Distribution of windows assigned to each of the 15 possible topologies. In total, 13,579 variable windows could be assigned to one of the topologies. For the topologies 1–5 one sequence differ from the other four and for the topologies 6–15 two sequences different from the other three (Fig. 2B).
Fig. 4.
Fig. 4.
(A) The genomic pattern in Z. pseudotritici is consistent with a speciation history where a common ancestor of the two hybrid parents diverged recently after the emergence of the Z. tritici lineages. Two haploid individuals from these diverged lineages formed viable hybrid offsprings through one sexual cross ∼500 y ago. (B) Initial fusion between the two individuals gave rise to a diploid zygote. Following meiotic recombination the genomes of the haploid individuals in the F1 hybrid swarm are mosaics of the parental chromosomes. Some segments of the genomes may be inherited and fixed from only one of the two parents. These segments will remain nonvariable in the subsequent generations of the hybrid swarm, and they exist alongside variable segments contributed by both parental species. Through time, further crossover and random genetic drift will lead to the genomic mosaic observed today. In the extant population of Z. pseudotritici, variable windows show only two haplotypes, suggesting that the hybrid swarm did not backcross to the parental species, but instead propagated as a saltatory biological species. (C) Parental haplotypes (H1 and H2) are more closely related to each other (blue bars) than to Z. tritici (red bars) as shown by the two histograms of divergence estimates for all aligned windows.

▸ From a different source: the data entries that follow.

"""Mesh a :class:`Section` with the gmsh Python API and read it back through meshio.

* Friction faces on both bodies get the same transfinite node distribution, so
  their nodes coincide at zero load (the contact stage pairs them node to node);
  an interface with ``matching_nodes`` False gives face B a node count of its own
  (the contact stage then pairs the faces by projection, fem/projection.py).
* Linings are structured (transfinite) with ``lining_layers`` elements through
  the thickness; nodes cluster towards the lining ends, where the pressure
  changes fastest, and the bodies grade from the face size to the body size.
* The mesh handed on is linear unless order 2 is asked for (gmsh loses named
  boundaries of second-order meshes on the way to scikit-fem, so the FE stage
  builds P2 fields on the linear mesh).
"""
from __future__ import annotations

import contextlib
import io
import math
import tempfile
from dataclasses import dataclass, field
from pathlib import Path
from typing import TYPE_CHECKING

import numpy as np

from .section import GeometryError, Section

if TYPE_CHECKING:                  # the annotation only: meshio is imported where meshes are read
    import meshio

PAIR_TOLERANCE_MM = 1e-9


@dataclass
class SectionMesh:
    points: np.ndarray                  # (n, 2) r, z in mm
    triangles: np.ndarray               # (m, 3) or (m, 6) node indices, counter-clockwise
    triangle_region: np.ndarray         # (m,) index into region_names
    region_names: list[str]
    region_body: list[str]
    faces: dict[str, np.ndarray]        # face name -> (k, 2) or (k, 3) boundary segments
    # interface name -> (k, 2) [node on face_a, node on face_b], one row per node of face_a sorted
    # along the face; −1 in column 1 where face B has no node at that place (matching_nodes False)
    interface_pairs: dict[str, np.ndarray]
    order: int
    # interface name -> (nodes of face_a, nodes of face_b), each sorted along the face
    interface_sides: dict[str, tuple[np.ndarray, np.ndarray]] = field(default_factory=dict)

    @property
    def vertex_count(self) -> int:
        return int(np.unique(self.triangles[:, :3]).size)


def _cross2(u, v):
    return u[..., 0] * v[..., 1] - u[..., 1] * v[..., 0]


def face_node_count(length: float, face_size: float, edge_size: float) -> tuple[int, float]:
    """Nodes along a friction face and gmsh's 'Bump' coefficient (≈ end size / mid size).

    The 0.27 exponent is an empirical fit of the mean spacing of gmsh's bump
    distribution against its mid spacing (checked for coefficients 0.05–0.5).
    """
    coef = min(edge_size / face_size, 1.0)
    intervals = max(4, math.ceil(length / face_size * coef ** -0.27))
    return intervals + 1, coef


def face_node_counts(section: Section) -> dict[str, tuple[int, float]]:
    """Nodes and bump coefficient of every friction face, by face name: both faces of an interface
    alike, except face B of one with ``matching_nodes`` False (spacing ``face_b_spacing`` times)."""
    counts = {}
    for itf in section.interfaces:
        n, coef = face_node_count(itf.slant_length, section.face_size, section.edge_size)
        counts[itf.face_a] = counts[itf.face_b] = (n, coef)
        if not itf.matching_nodes:
            ratio = itf.face_b_spacing
            if not (math.isfinite(ratio) and ratio > 0.0):
                raise GeometryError([f"interface {itf.name}: face_b_spacing must be a positive number, got {ratio}"])
            nb, _ = face_node_count(itf.slant_length, ratio * section.face_size, ratio * section.edge_size)
            if nb == n:         # the counts must differ, or the nodes would coincide again
                nb = n + 1 if ratio < 1.0 or n <= 5 else n - 1
            counts[itf.face_b] = (nb, coef)
    return counts


def mesh_section(section: Section, order: int | None = None) -> SectionMesh:
    """Mesh a section with gmsh (triangles; matching nodes on both sides of every friction face
    whose ``matching_nodes`` is set, the default).

    Parameters
    ----------
    section : Section
        From :func:`build_section`, with the case's mesh controls attached.
    order : int, optional
        1 (default: the FE stage builds P2 fields on the linear mesh) or 2 (for output only).

    Returns
    -------
    SectionMesh
        Points, triangles, region and face groups, the node pairs of each friction face and the
        nodes of its two sides.
    """
    import gmsh   # imported late: gmsh starts a C++ runtime
    import meshio  # and meshio costs ~0.1 s CPU, which `clutchfe check` need not pay

    order = order or 1
    gmsh.initialize(readConfigFiles=False, interruptible=False)
    try:
        gmsh.option.setNumber("General.Terminal", 0)
        gmsh.option.setNumber("General.NumThreads", 1)     # same input, same mesh
        gmsh.model.add("section")
        _build(gmsh, section)
        gmsh.model.mesh.generate(2)
        if order == 2:
            gmsh.model.mesh.setOrder(2)
        with tempfile.TemporaryDirectory() as tmp:
            path = Path(tmp) / "section.msh"
            gmsh.write(str(path))
            with contextlib.redirect_stdout(io.StringIO()):     # meshio's gmsh reader prints a blank line
                raw = meshio.read(path)
    finally:
        gmsh.finalize()
    return _to_section_mesh(raw, section, order)


def _build(gmsh, section: Section) -> None:
    geo = gmsh.model.geo
    used = sorted({p for reg in section.regions for p in reg.loop})
    tag = {p: geo.addPoint(*section.points[p], 0.0) for p in used}
    lines: dict[tuple[int, int], int] = {}
    loops = []
    for reg in section.regions:
        signed = []
        for k, a in enumerate(reg.loop):
            b = reg.loop[(k + 1) % len(reg.loop)]
            # orient every line from its lexicographically smaller end, so that two friction
            # faces on different bodies get the same parametrisation and the same nodes
            lo, hi = sorted((a, b), key=lambda p: section.points[p])
            if (lo, hi) not in lines:
                lines[(lo, hi)] = geo.addLine(tag[lo], tag[hi])
            signed.append(lines[(lo, hi)] if (a, b) == (lo, hi) else -lines[(lo, hi)])
        loops.append(signed)
    surfaces = [geo.addPlaneSurface([geo.addCurveLoop(s)]) for s in loops]

    counts = face_node_counts(section)
    face_lines = []
    for reg, signed, surf in zip(section.regions, loops, surfaces):
        for k, name in enumerate(reg.edge_names):
            if name in counts:
                n, coef = counts[name]
                geo.mesh.setTransfiniteCurve(abs(signed[k]), n, "Bump", coef)
                face_lines.append(abs(signed[k]))
        if reg.lining_layers:
            n, coef = counts[reg.edge_names[0]]       # the bond gets the friction face's nodes
            geo.mesh.setTransfiniteCurve(abs(signed[2]), n, "Bump", coef)
            for k in (1, 3):
                geo.mesh.setTransfiniteCurve(abs(signed[k]), reg.lining_layers + 1)
            geo.mesh.setTransfiniteSurface(surf, "Alternate", [tag[p] for p in reg.loop])
            face_lines.append(abs(signed[2]))
    geo.synchronize()

    for name in dict.fromkeys(reg.name for reg in section.regions):
        members = [s for reg, s in zip(section.regions, surfaces) if reg.name == name]
        gmsh.model.addPhysicalGroup(2, members, name=name)      # one group per name: see docs/solver-notes.md
    named: dict[str, list[int]] = {}
    for reg, signed in zip(section.regions, loops):
        for k, name in enumerate(reg.edge_names):
            if name:
                named.setdefault(name, []).append(abs(signed[k]))
    for name, members in named.items():
        gmsh.model.addPhysicalGroup(1, sorted(set(members)), name=name)

    field = gmsh.model.mesh.field
    near_face = field.add("Distance")
    field.setNumbers(near_face, "CurvesList", face_lines)
    field.setNumber(near_face, "Sampling", 200)
    near_ends = field.add("Distance")
    field.setNumbers(near_ends, "PointsList", [tag[p] for p in section.refine_points])
    # the graded zones are fixed lengths (the sizes of the unrefined mesh), so that meshes of
    # different mesh.refinement are geometrically similar: the same zones, finer elements
    k = section.refinement
    grade_face = _grade(field, near_face, section.face_size, section.body_size,
                        k * section.face_size, 4.0 * k * section.body_size)
    grade_ends = _grade(field, near_ends, section.edge_size, section.body_size,
                        k * section.edge_size, 8.0 * k * section.face_size)
    # thin parts (disc cores, separators, rims) get at least about two elements through
    # their thickness (times the refinement); 2·area/perimeter is the thickness of a long strip
    caps = []
    for reg, surf in zip(section.regions, surfaces):
        if reg.lining_layers:
            continue
        area, _ = section.region_area_and_moment(reg)
        loop = np.array([section.points[p] for p in reg.loop])
        perimeter = np.linalg.norm(np.roll(loop, -1, axis=0) - loop, axis=1).sum()
        cap = field.add("Constant")
        field.setNumber(cap, "VIn", min(section.body_size, max(area / perimeter / section.refinement,
                                                               section.edge_size)))
        field.setNumber(cap, "VOut", 1e22)
        field.setNumbers(cap, "SurfacesList", [surf])
        caps.append(cap)
    smallest = field.add("Min")
    field.setNumbers(smallest, "FieldsList", [grade_face, grade_ends, *caps])
    field.setAsBackgroundMesh(smallest)
    for option, value in (("Mesh.MeshSizeExtendFromBoundary", 0), ("Mesh.MeshSizeFromPoints", 0),
                          ("Mesh.MeshSizeFromCurvature", 0), ("Mesh.Algorithm", 6),
                          ("Mesh.MeshSizeMax", section.body_size)):
        gmsh.option.setNumber(option, value)


def _grade(field, distance, size_min, size_max, dist_min, dist_max) -> int:
    """Element size growing from size_min (within dist_min) to size_max (beyond dist_max)."""
    tag = field.add("Threshold")
    for key, value in (("InField", distance), ("SizeMin", size_min), ("SizeMax", size_max),
                       ("DistMin", dist_min), ("DistMax", dist_max)):
        field.setNumber(tag, key, value)
    return tag


def _to_section_mesh(raw: meshio.Mesh, section: Section, order: int) -> SectionMesh:
    tri_type, line_type = ("triangle6", "line3") if order == 2 else ("triangle", "line")
    blocks = {t: np.vstack([c.data for c in raw.cells if c.type == t]) for t in (tri_type, line_type)
              if any(c.type == t for c in raw.cells)}
    sets = {name: s for name, s in raw.cell_sets_dict.items() if not name.startswith("gmsh:")}
    triangles = blocks[tri_type]
    region_names = list(dict.fromkeys(reg.name for reg in section.regions))
    triangle_region = np.full(len(triangles), -1, dtype=int)
    for k, name in enumerate(region_names):
        triangle_region[sets[name][tri_type]] = k
    if (triangle_region < 0).any():
        raise GeometryError(["internal: some triangles belong to no region"])
    # keep only the nodes the triangles use, numbered in order of first use
    used, inverse = np.unique(triangles, return_inverse=True)
    points = raw.points[used, :2]
    triangles = inverse.reshape(triangles.shape)
    renumber = np.full(raw.points.shape[0], -1, dtype=int)
    renumber[used] = np.arange(len(used))
    faces = {name: renumber[blocks[line_type][s[line_type]]] for name, s in sets.items() if line_type in s}
    # orient triangles counter-clockwise in (r, z)
    p = points[triangles[:, :3]]
    signed = _cross2(p[:, 1] - p[:, 0], p[:, 2] - p[:, 0])
    flip = signed < 0
    if flip.any():
        swap = [0, 2, 1, 5, 4, 3] if order == 2 else [0, 2, 1]
        triangles[flip] = triangles[flip][:, swap]
    region_body = [next(reg.body for reg in section.regions if reg.name == n) for n in region_names]
    sides = {itf.name: _sides(points, faces, itf) for itf in section.interfaces}
    pairs = {itf.name: _pair_nodes(points, *sides[itf.name], itf) for itf in section.interfaces}
    return SectionMesh(points=points, triangles=triangles, triangle_region=triangle_region,
                       region_names=region_names, region_body=region_body, faces=faces,
                       interface_pairs=pairs, order=order, interface_sides=sides)


def _sides(points, faces, itf) -> tuple[np.ndarray, np.ndarray]:
    direction = np.subtract(itf.end, itf.start)
    direction = direction / np.linalg.norm(direction)
    sides = []
    for name in (itf.face_a, itf.face_b):
        nodes = np.unique(faces[name])
        s = (points[nodes] - itf.start) @ direction
        sides.append(nodes[np.argsort(s)])
    return sides[0], sides[1]


def _pair_nodes(points, a, b, itf) -> np.ndarray:
    if itf.matching_nodes:
        if len(a) != len(b) or np.abs(points[a] - points[b]).max() > PAIR_TOLERANCE_MM:
            raise GeometryError([f"internal: the nodes of {itf.face_a} and {itf.face_b} do not coincide"])
        return np.column_stack([a, b])
    # each node of face A with the node of face B at its place, if there is one (the face ends):
    # the nearer of B's two nodes around it along the face
    direction = np.subtract(itf.end, itf.start)
    s_a, s_b = [(points[nodes] - itf.start) @ direction for nodes in (a, b)]
    i = np.clip(np.searchsorted(s_b, s_a), 1, len(b) - 1)
    near = np.where(np.abs(s_a - s_b[i - 1]) <= np.abs(s_b[i] - s_a), i - 1, i)
    apart = np.abs(points[a] - points[b[near]]).max(axis=1)
    return np.column_stack([a, np.where(apart <= PAIR_TOLERANCE_MM, b[near], -1)])
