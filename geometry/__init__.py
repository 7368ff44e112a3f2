"""Parametric (r, z) clutch sections meshed with gmsh."""
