The run plan calls it last, inside the atomic results folder, with the finished summary (the
mesh study and the verification table included): one self-contained page, and report.pdf when
WeasyPrint is installed (it lays out HTML without a browser).
"""
from __future__ import annotations

from pathlib import Path

from ..schema import SCHEMA
from ..verification.table import format_error, format_tolerance
from .report_html import esc, num, page, picture, sig, table

# tables whose keys only matter when the case asks for that analysis
OPTIONAL_TABLES = ("wear",)

ASSUMPTIONS = (
    "Axisymmetric linear elasticity of every body in the (r, z) section, quadratic triangles; the friction "
    "lining is its own layer and material, bonded to its carrier.",
    "Unilateral, frictionless contact in the normal direction between matching nodes of each friction face "
    "(no penetration, no tension).",
    "No circumferential friction in the section: torque = n μ ∫ p r dA from the normal pressure (the usual "
    "clutch assumption).",
    "No thermal distortion and no centrifugal load in this solve.",
    "Hand formulas: uniform pressure and uniform wear (p·r = const) at the same axial force (Shigley's "
    "Mechanical Engineering Design, clutch chapter; Juvinall & Marshek).",
    "Material data, μ and the lining's allowable pressure are the user's inputs; μ scatters in service and "
    "scales every torque here in proportion.",
    "The allowable pressure is judged on the design peak: the highest mean pressure over a band of 10 % of the "
    "face width along the face. The nodal peak at a lining end is an edge concentration of the sharp-ended "
    "elastic layer and grows without bound under mesh refinement; it is shown, not judged.",
)
# what each analysis adds to the list when it ran, and what is said when it did not
ANALYSIS_ASSUMPTIONS = {
    "tilt": ("Axis tilt and radial offset by Fourier harmonics of the axisymmetric section (Zienkiewicz & Taylor, "
             "The Finite Element Method, axisymmetric solids under non-symmetric loads), contact on an (r, θ) grid.",
             "No axis tilt or radial offset in this solve."),
    "wear": ("Wear-in by Archard's law (wear depth rate ∝ p · sliding speed), backward-Euler steps on the "
             "condensed contact; the worn-in state does not depend on the wear coefficient.",
             "No wear-in in this solve: the results describe the new interface."),
}


def write_report(case, summary: dict, folder: Path, rows, passed: bool, sections: dict | None = None) -> str:
    """report.html (and report.pdf when WeasyPrint is usable) in ``folder``; returns what
    became of the PDF (its file name, or why it was not written).  ``sections``: the HTML
    section of each analysis that ran, by name ("tilt", "wear")."""
    folder = Path(folder)
    html_text = report_html(case, summary, folder, rows, passed, sections or {})
    (folder / "report.html").write_text(html_text, encoding="utf-8")
    return write_pdf(html_text, folder / "report.pdf")


def write_pdf(html_text: str, path: Path) -> str:
    """report.pdf through WeasyPrint when it is installed; otherwise say why there is none."""
    try:
        import weasyprint
    except (ImportError, OSError) as exc:     # OSError: the package is there but Pango is not
        return f"not written: WeasyPrint is not usable here ({type(exc).__name__})"
    weasyprint.HTML(string=html_text).write_pdf(str(path))
    return path.name


def report_html(case, summary: dict, folder: Path, rows, passed: bool, sections: dict | None = None) -> str:
    sections = sections or {}
    parts = [
        f"<h1>Torque capacity check: {esc(case.name)}</h1>",
        f'<p class="caution">Caution: {esc(summary["caution"])}</p>',
        _job(case, summary), _results(summary), _surfaces(summary), _margins(summary), _allowable(case, summary),
        _pictures(folder, summary), *sections.values(), _mesh_study(summary.get("mesh_study") or {}),
        _verification(rows, passed), _inputs(case), _assumptions(sections), _provenance(summary),
        f'<p class="caution">Caution: {esc(summary["caution"])}</p>',
    ]
    return page(f"clutchfe report: {case.name}", "\n".join(parts))


def _job(case, s: dict) -> str:
    kind = "cone clutch" if case.kind == "cone" else "plate clutch"
    statement = (f"Where does the torque capacity of the {kind} <b>{esc(case.name)}</b> sit between the "
                 f"uniform-pressure and uniform-wear hand predictions, once the elasticity of its bodies, lining "
                 f"and support is taken into account, at an axial force of {num('axial_force_N', s['axial_force_N'], 1)} N "
                 f"on {num('friction_surfaces', s['friction_surfaces'], 0)} friction surface(s)?")
    out = ["<h2>Job</h2>", f"<p>{statement}</p>"]
    if case.description:
        out.append(f"<p><i>{esc(case.description)}</i></p>")
    out.append(f'<p class="verdict">{esc(s["verdict"])}</p>')
    for warning in s.get("warnings", []):
        out.append(f'<p class="warn">Warning: {esc(warning)}</p>')
    return "\n".join(out)


def _results(s: dict) -> str:
    rows = [
        ["torque [N·m]", num("torque_fe_Nm", s["torque_fe_Nm"], 3),
         num("torque_uniform_pressure_Nm", s["torque_uniform_pressure_Nm"], 3),
         num("torque_uniform_wear_Nm", s["torque_uniform_wear_Nm"], 3)],
        ["effective radius [mm]", num("effective_radius_mm", s["effective_radius_mm"], 3),
         num("radius_uniform_pressure_mm", s["radius_uniform_pressure_mm"], 3),
         num("radius_uniform_wear_mm", s["radius_uniform_wear_mm"], 3)],
        ["position of the effective radius on [r1, r2] [%]",
         num("effective_radius_position", s.get("effective_radius_position"), 2, 100),
         num("radius_uniform_pressure_position", s.get("radius_uniform_pressure_position"), 2, 100),
         num("radius_uniform_wear_position", s.get("radius_uniform_wear_position"), 2, 100)],
        ["peak pressure [MPa]", num("peak_pressure_MPa", s["peak_pressure_MPa"], 4),
         num("uniform_pressure_MPa", s.get("uniform_pressure_MPa"), 4),
         num("peak_pressure_uniform_wear_MPa", s.get("peak_pressure_uniform_wear_MPa"), 4)],
    ]
    xi = s["capacity_position"]
    loud = ' class="bad"' if xi < 0 else ""
    return ("<h2>Capacity: FE contact against the hand formulas</h2>"
            + table(["quantity", "FE", "uniform pressure", "uniform wear"], rows)
            + f"<p{loud}>Capacity position ξ = {num('capacity_position', xi, 4)} [-] (1 = uniform pressure, "
              "0 = uniform wear"
            + ("; below 0: even the uniform-wear formula overestimates the capacity" if xi < 0 else "")
            + f"). R_eff = {num('effective_radius_mm', s['effective_radius_mm'], 3)} mm on "
              f"[{num('inner_radius_mm', s['inner_radius_mm'], 2)}, {num('outer_radius_mm', s['outer_radius_mm'], 2)}] mm. "
              "The two hand torques differ by little for usual radius ratios, so ξ magnifies small shifts: "
              "read it together with R_eff on the whole annulus.</p>"
            + f"<p>Mean pressure {num('mean_pressure_MPa', s['mean_pressure_MPa'], 4)} MPa; contact over "
              f"{num('contact_area_fraction', s['contact_area_fraction'], 2, 100)} % of the face; engagement force "
              f"{num('engagement_force_N', s['engagement_force_N'], 1)} N; axial balance error "
              f"{num('axial_force_balance_error', s['axial_force_balance_error'], 3, 100)} %.</p>")


def _margins(s: dict) -> str:
    if not s.get("required_torque_Nm"):
        return ("<h2>Capacity margins</h2><p>No required torque given (<code>[requirement] required_torque</code>),"
                " so no margins are computed.</p>")
    need = s["required_torque_Nm"] * s["service_factor"]
    rows = [[name, num(key, s[key], 2, 100, signed=True)] for name, key in (
        ("FE contact", "capacity_margin_fe"), ("uniform pressure", "capacity_margin_uniform_pressure"),
        ("uniform wear", "capacity_margin_uniform_wear"))]
    short = [name for (name, key) in (("FE contact", "capacity_margin_fe"),
                                      ("uniform pressure", "capacity_margin_uniform_pressure"),
                                      ("uniform wear", "capacity_margin_uniform_wear")) if s[key] < 0]
    note = (f'<p class="bad">Short of the requirement under: {esc(", ".join(short))}.</p>' if short else
            "<p>Every assumption meets the requirement.</p>")
    return ("<h2>Capacity margins</h2>"
            f"<p>Required torque {num('required_torque_Nm', s['required_torque_Nm'], 2)} N·m × service factor "
            f"{num('service_factor', s['service_factor'], 2)} = {esc(f'{need:.2f}')} N·m. "
            "Margin = capacity / (required × service factor) − 1.</p>"
            + table(["assumption", "capacity margin [%]"], rows) + note)


def _allowable(case, s: dict) -> str:
    allowable = case.lining.allowable_pressure
    design = (f"Design peak {num('design_peak_pressure_MPa', s.get('design_peak_pressure_MPa'), 4)} MPa: the "
              f"highest mean pressure over a {num('design_peak_band_mm', s.get('design_peak_band_mm'), 2)} mm band "
              f"along the face (10 % of its width), centred at r = "
              f"{num('design_peak_radius_mm', s.get('design_peak_radius_mm'), 2)} mm; it converges under mesh "
              "refinement (see the mesh study). ")
    nodal = (f"The nodal peak {num('peak_pressure_MPa', s['peak_pressure_MPa'], 4)} MPa at r = "
             f"{num('peak_pressure_radius_mm', s.get('peak_pressure_radius_mm'), 2)} mm is an edge concentration at "
             "the lining end: it grows with refinement and is shown, not judged.")
    if not allowable:
        return ("<h2>Pressure against the lining</h2><p>No allowable pressure given "
                f"(<code>[lining] allowable_pressure</code>). {design}{nodal}</p>")
    ratio = s.get("design_peak_over_allowable")
    verdict = ('<span class="bad">ABOVE the allowable pressure</span>' if ratio is not None and ratio > 1
               else "within the allowable pressure")
    return ("<h2>Pressure against the lining</h2>"
            f"<p>{design}Against the lining's allowable {num('allowable_pressure_MPa', allowable, 3)} MPa: ratio "
            f"{num('design_peak_over_allowable', ratio, 3)} [-], {verdict}. {nodal} Mean pressure "
            f"{num('mean_pressure_MPa', s['mean_pressure_MPa'], 4)} MPa.</p>")


def _surfaces(s: dict) -> str:
    """Load and torque split per friction surface (plate packs: the surfaces act in series for the
    clamp force, each carrying W, and in parallel for the torque)."""
    surfaces = s.get("surfaces") or []
    if len(surfaces) < 2:
        return ""
    rows = [[esc(x["name"]), num(f"surfaces.{k}.axial_force_N", x["axial_force_N"], 1),
             num(f"surfaces.{k}.axial_force_over_clamp_force", x["axial_force_over_clamp_force"], 4),
             num(f"surfaces.{k}.torque_Nm", x["torque_Nm"], 3), num(f"surfaces.{k}.torque_share", x["torque_share"], 2, 100),
             num(f"surfaces.{k}.effective_radius_mm", x["effective_radius_mm"], 3),
             num(f"surfaces.{k}.design_peak_pressure_MPa", x["design_peak_pressure_MPa"], 4),
             num(f"surfaces.{k}.contact_area_fraction", x["contact_area_fraction"], 2, 100)]
            for k, x in enumerate(surfaces)]
    return ("<h2>Load and torque per friction surface</h2><p>The surfaces of a pack act in series along the axis "
            "(each carries the whole clamp force W) and in parallel for the torque (the torques add).</p>"
            + table(["surface", "axial force [N]", "axial force / W [-]", "torque [N·m]", "torque share [%]",
                     "R_eff [mm]", "design peak [MPa]", "contact [%]"], rows))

In the subplot the divergence between the two Z. pseudotritici haplotypes H1 and H2 are plotted against the net divergence between Z. tritici and the two haplotypes for windows on chromosome 1. The majority of the 7,076 compared segments are found below the line of identity, showing the differentiation between the two Z. pseudotritici haplotypes H1 and H2 to be consistently lower than the divergence to Z. tritici.
Fig. 5.
Fig. 5.
(A) Frequency of variable (red) and nonvariable (green) windows differs across the 13 core chromosomes. (B) Average lengths of the variable segments (red dots) and and nonvariable (green dots) are shown for the 13 core chromosomes. Variable and nonvariable segments are within the same size range, whereas the average lengths of the topology blocks (blue) are considerably smaller. (C) Average length of segments is correlated with the local recombination rate measured as ρ. Longer segments are located in regions of lower recombination rates and shorter segments in regions of high recombination rate.